“Getting into the zone for The License To Interpret Dreams is difficult at first. Opener A Fragile Acceptance sets the rulebook right away; there are no hooks or choruses to speak of. Just a lone piano, striking as if it were a clock at noon, fading in and out of the patchwork before waves of mournful strings come in and draw you fully into the ocean. The Siren, Hopelessly Lost is just as glacially morose, content to take its sweet time incepting you into this cloudy, mystical world Antonymes has built. But those who are willing to take the plunge with him will be rewarded handsomely with one of the most quietly powerful albums of the year.

For those unfamiliar with this ambient artist’s mantra, here’s a snippet from his Bandcamp:
‘Antonymes’ music emerges from the adjustments and erasures where music expresses nothing but itself, from the relationship between continuity and repetition rather than of contract and interplay, from secrecy, from quietness, from pause, from thought, from emptiness, from time, from far off, from itself, from where it is set and where it is setting off to..’

The Licence To Interpret Dreams largely reflects this emphasis on empty spaces. Save a few lively moments, Antonymes isn’t so much a party rocker as he is a philosopher—all twelve of these tracks are sparse compositions, deeply detached and yet completely personal. You, the listener, have been plucked from your spot in the bustling chaos of modern life, and all this dude wants is to take a walk with him into the forest of his—and your—mind.

Generally, the moments where Antonymes tries to step outside this backdrop are where the album suffers. Oradour-Sur-Glane is inches from submerging you completely with its bits of music box melodies floating in a bubbling lake of synths, yet the voice sample utilized here is a rare step into indulgence for Antonymes. As a result, instead of falling completely under his spell, you’re shocked awake at jilted, startling intervals. Doubt commits a bit more fully to the gimmick, thus coming closer to fooling you into assimilating it with the rest of the landscapes back here, but the voice sample just doesn’t fit in with the isolation at display here; it’s a slab of concrete amidst a forest of trees. The end of the track works the best, when the philosophical snippets aren’t spelled out for you but fade into the background, leaving you to find the stories behind them yourself.

When Antonymes lets the music speak for itself, though, this is an absolutely captivating dream. Womb Of The Great Mother begins slowly before gradually building, then whittling itself down until you can almost taste the melancholy. Even the shorter tracks are moving in their own little ways: A Light From The Heavens layers repetitions upon repetitions, the tension cresting until it hits a brutal peak.

Towards the end of your sojourn, you’re offered a few rays of sun: Endlessly is just as minimalistic as what came before it, but it’s a rare moment of peace in an environment full of angst.
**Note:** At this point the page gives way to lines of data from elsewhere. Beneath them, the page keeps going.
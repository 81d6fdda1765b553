import { STATUS_CODES } from 'node:http';
import { z } from 'zod';
import { SOFTWARE } from '../../../shared/service/software.ts';
import { PROBLEM_TYPE } from './problem.ts';
import { type Answer, type ApiRoute, changesSomething } from './route.ts';
import { namedSchemas, problem } from './schemas.ts';

type Json = Readonly<Record<string, unknown>>;

/** The OpenAPI 3.1 document of the routes; its schemas are those that validate. */
export function openApiDocument(routes: readonly ApiRoute[]): Json {
  const paths: Record<string, Record<string, unknown>> = {};
  for (const route of routes) {
    paths[route.path] ??= {};
    paths[route.path][route.method.toLowerCase()] = operationOf(route);
  }
  return {
    openapi: '3.1.1',
    info: {
      title: `${SOFTWARE.name} coordinator`,
      version: SOFTWARE.version,
      description:
        'Runs of basin-wide evapotranspiration maps. Jobs are shaped like those of OGC API - Processes - Part 1: Core; ' +
        'problems are those of RFC 9457 with a code and a remedy.',
      license: { name: 'Apache-2.0', identifier: 'Apache-2.0' },
    },
    servers: [{ url: '/' }],
    paths,
    components: {
      schemas: componentSchemas(),
      responses: Object.fromEntries(
        [...new Set(routes.flatMap(problemsOf))].sort().map((status) => [`problem${status}`, problemAnswer(status)]),
      ),
      securitySchemes: { token: { type: 'http', scheme: 'bearer', description: 'The value of BASINLOOM_TOKEN' } },
    },
  };
}

/** Statuses of all problems that an operation may answer with. */
export function problemsOf(route: ApiRoute): number[] {
  const ofChanges = changesSomething(route) ? [401, 403, 413, 415] : [];
  return [...new Set([400, 421, 500, ...ofChanges, ...route.problems])].sort((a, b) => a - b);
}

function operationOf(route: ApiRoute): Json {
  const { operationId, summary, description, params, query, body, answers } = route;
  const answered = Object.entries(answers).map(([status, answer]) => [status, answerOf(status, answer)]);
  const problems = problemsOf(route).map((status) => [status, { $ref: `#/components/responses/problem${status}` }]);
  return {
    operationId,
    summary,
    ...(description && { description }),
    parameters: [...parametersOf(params, 'path'), ...parametersOf(query, 'query')],
    ...(body && { requestBody: { required: true, content: { 'application/json': { schema: schemaOf(body) } } } }),
    responses: Object.fromEntries([...answered, ...problems]),
    security: changesSomething(route) ? [{ token: [] }] : [],
  };
}

function answerOf(status: string, { description, schema, mediaType }: Answer): Json {
  const content = schema ? { schema: schemaOf(schema) } : { schema: {} };
  const location = { description: 'Address of the run', schema: { type: 'string', format: 'uri-reference' } };
  return {
    description,
    ...(status === '201' && { headers: { Location: location } }),
    content: { [mediaType ?? 'application/json']: content },
  };
}

function problemAnswer(status: number): Json {
  return {
    description: STATUS_CODES[status] ?? 'Problem',
    content: { [PROBLEM_TYPE]: { schema: schemaOf(problem) } },
  };
}

function parametersOf(schema: z.ZodObject | undefined, place: 'path' | 'query'): Json[] {
  return Object.entries(schema?.shape ?? {}).map(([name, member]) => {
    const { $schema, description, ...rest } = z.toJSONSchema(member, { override: trim });
    return {
      name,
      in: place,
      required: place === 'path',
      ...(description !== undefined && { description }),
      schema: rest,
    };
  });
}

function schemaOf(schema: z.ZodType): Json {
  const id = namedSchemas.get(schema)?.id;
  if (id === undefined) throw new Error('a schema of the API must have a name');
  return { $ref: `#/components/schemas/${id}` };
}

function componentSchemas(): Json {
  const { schemas } = z.toJSONSchema(namedSchemas, {
    uri: (id) => `#/components/schemas/${id}`,
    override: (context) => {
      // Descriptions live in the common registry, names in that of the API.
      const description = z.globalRegistry.get(context.zodSchema)?.description;
      if (description !== undefined) context.jsonSchema.description = description;
      trim(context);
    },
  });
  return Object.fromEntries(Object.entries(schemas).map(([id, { $schema, $id, ...schema }]) => [id, schema]));
}

/** Leaves out what says nothing to a reader: the largest integer, and the format date-time once more as a pattern. */
function trim({ jsonSchema }: { jsonSchema: z.core.JSONSchema.BaseSchema }): void {
  if (jsonSchema.maximum === Number.MAX_SAFE_INTEGER) delete jsonSchema.maximum;
  if (jsonSchema.format === 'date-time') delete jsonSchema.pattern;
}
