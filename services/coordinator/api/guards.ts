import { createHash, timingSafeEqual } from 'node:crypto';
import { isIP } from 'node:net';
import { BasinloomError } from '../../../shared/contract/errors.ts';

/** Headers of every answer. No CORS header: pages of other origins get nothing. */
export const SECURITY_HEADERS: Readonly<Record<string, string>> = {
  'x-content-type-options': 'nosniff',
  'x-frame-options': 'DENY',
  'content-security-policy': "default-src 'none'; frame-ancestors 'none'",
  'cross-origin-resource-policy': 'same-origin',
  'referrer-policy': 'no-referrer',
  'cache-control': 'no-store',
};

/**
 * Lets a request pass that carries the token.
 *
 * @param authorization value of the header
 * @throws BasinloomError TOKEN_NOT_SET, TOKEN_WRONG
 */
export function checkToken(token: string | undefined, authorization: string | undefined): void {
  if (!token) throw new BasinloomError('TOKEN_NOT_SET');
  const given = /^Bearer +([^\s]+) *$/i.exec(authorization ?? '')?.[1];
  if (given === undefined) throw new BasinloomError('TOKEN_WRONG', { detail: 'missing' });
  // Hashes have one length, so neither the length nor the first difference of the token shows in the time taken.
  if (!timingSafeEqual(sha256(given), sha256(token))) throw new BasinloomError('TOKEN_WRONG', { detail: 'wrong' });
}

function sha256(text: string): Buffer {
  return createHash('sha256').update(text).digest();
}

/** True for an address that only this machine reaches. */
export function isLoopback(host: string): boolean {
  return host.toLowerCase() === 'localhost' || host === '::1' || (isIP(host) === 4 && host.startsWith('127.'));
}

/**
 * Refuses a name that is not this machine's: a page on the web whose name was made to resolve to 127.0.0.1 (DNS
 * rebinding) still says its own name.
 *
 * @param header value of the Host header
 * @throws BasinloomError REQUEST_HOST
 */
export function checkLoopbackHost(header: string | undefined): void {
  if (/^(?:localhost|127\.0\.0\.1|\[::1\])(?::\d{1,5})?$/i.test(header ?? '')) return;
  throw new BasinloomError('REQUEST_HOST', { host: header ? JSON.stringify(header.slice(0, 100)) : '(none)' });
}
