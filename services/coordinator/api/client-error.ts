import { randomUUID } from 'node:crypto';
import { STATUS_CODES } from 'node:http';
import type { Socket } from 'node:net';
import { BasinloomError } from '../../../shared/contract/errors.ts';
import { PROBLEM_TYPE, problemOf } from './problem.ts';

const STATUS_OF_CODE: Readonly<Record<string, number>> = {
  HPE_HEADER_OVERFLOW: 431,
  HPE_CHUNK_EXTENSIONS_OVERFLOW: 413,
  ERR_HTTP_REQUEST_TIMEOUT: 408,
};

/** Answers what is not HTTP, or does not come in within its time: there is no request yet to answer to. */
export function answerClientError(error: Error & { code?: string }, socket: Socket): void {
  if (error.code === 'ECONNRESET' || !socket.writable) {
    socket.destroy();
    return;
  }
  const status = STATUS_OF_CODE[error.code ?? ''] ?? 400;
  const title = STATUS_CODES[status] ?? 'Bad Request';
  const cause = new BasinloomError('REQUEST_SYNTAX', { detail: title.toLowerCase() });
  const body = JSON.stringify({ ...problemOf(cause, `urn:uuid:${randomUUID()}`), title, status });
  const head = [
    `HTTP/1.1 ${status} ${title}`,
    `Content-Type: ${PROBLEM_TYPE}`,
    `Content-Length: ${Buffer.byteLength(body)}`,
    'Connection: close',
  ];
  socket.end(`${head.join('\r\n')}\r\n\r\n${body}`);
}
The Door Towards The Dream, too, is solemnly uplifting, replete with horns, strings, and a choir section. The sentiment isn’t awash in gaudy Hallmark-card sap, though, and after an album’s worth of deliberation, reaching the end of the tunnel is a worthy reward.

More and more, it seems like there simply isn’t any way for one to escape the spectacles of daily life. The value of silence—taking a few minutes to think about things, about the world, about yourself, even—has all but been forgotten. Sometimes, you have to tune everything out and find yourself again, though, and when you do so, Antonymes is the guy that’ll lead the way.”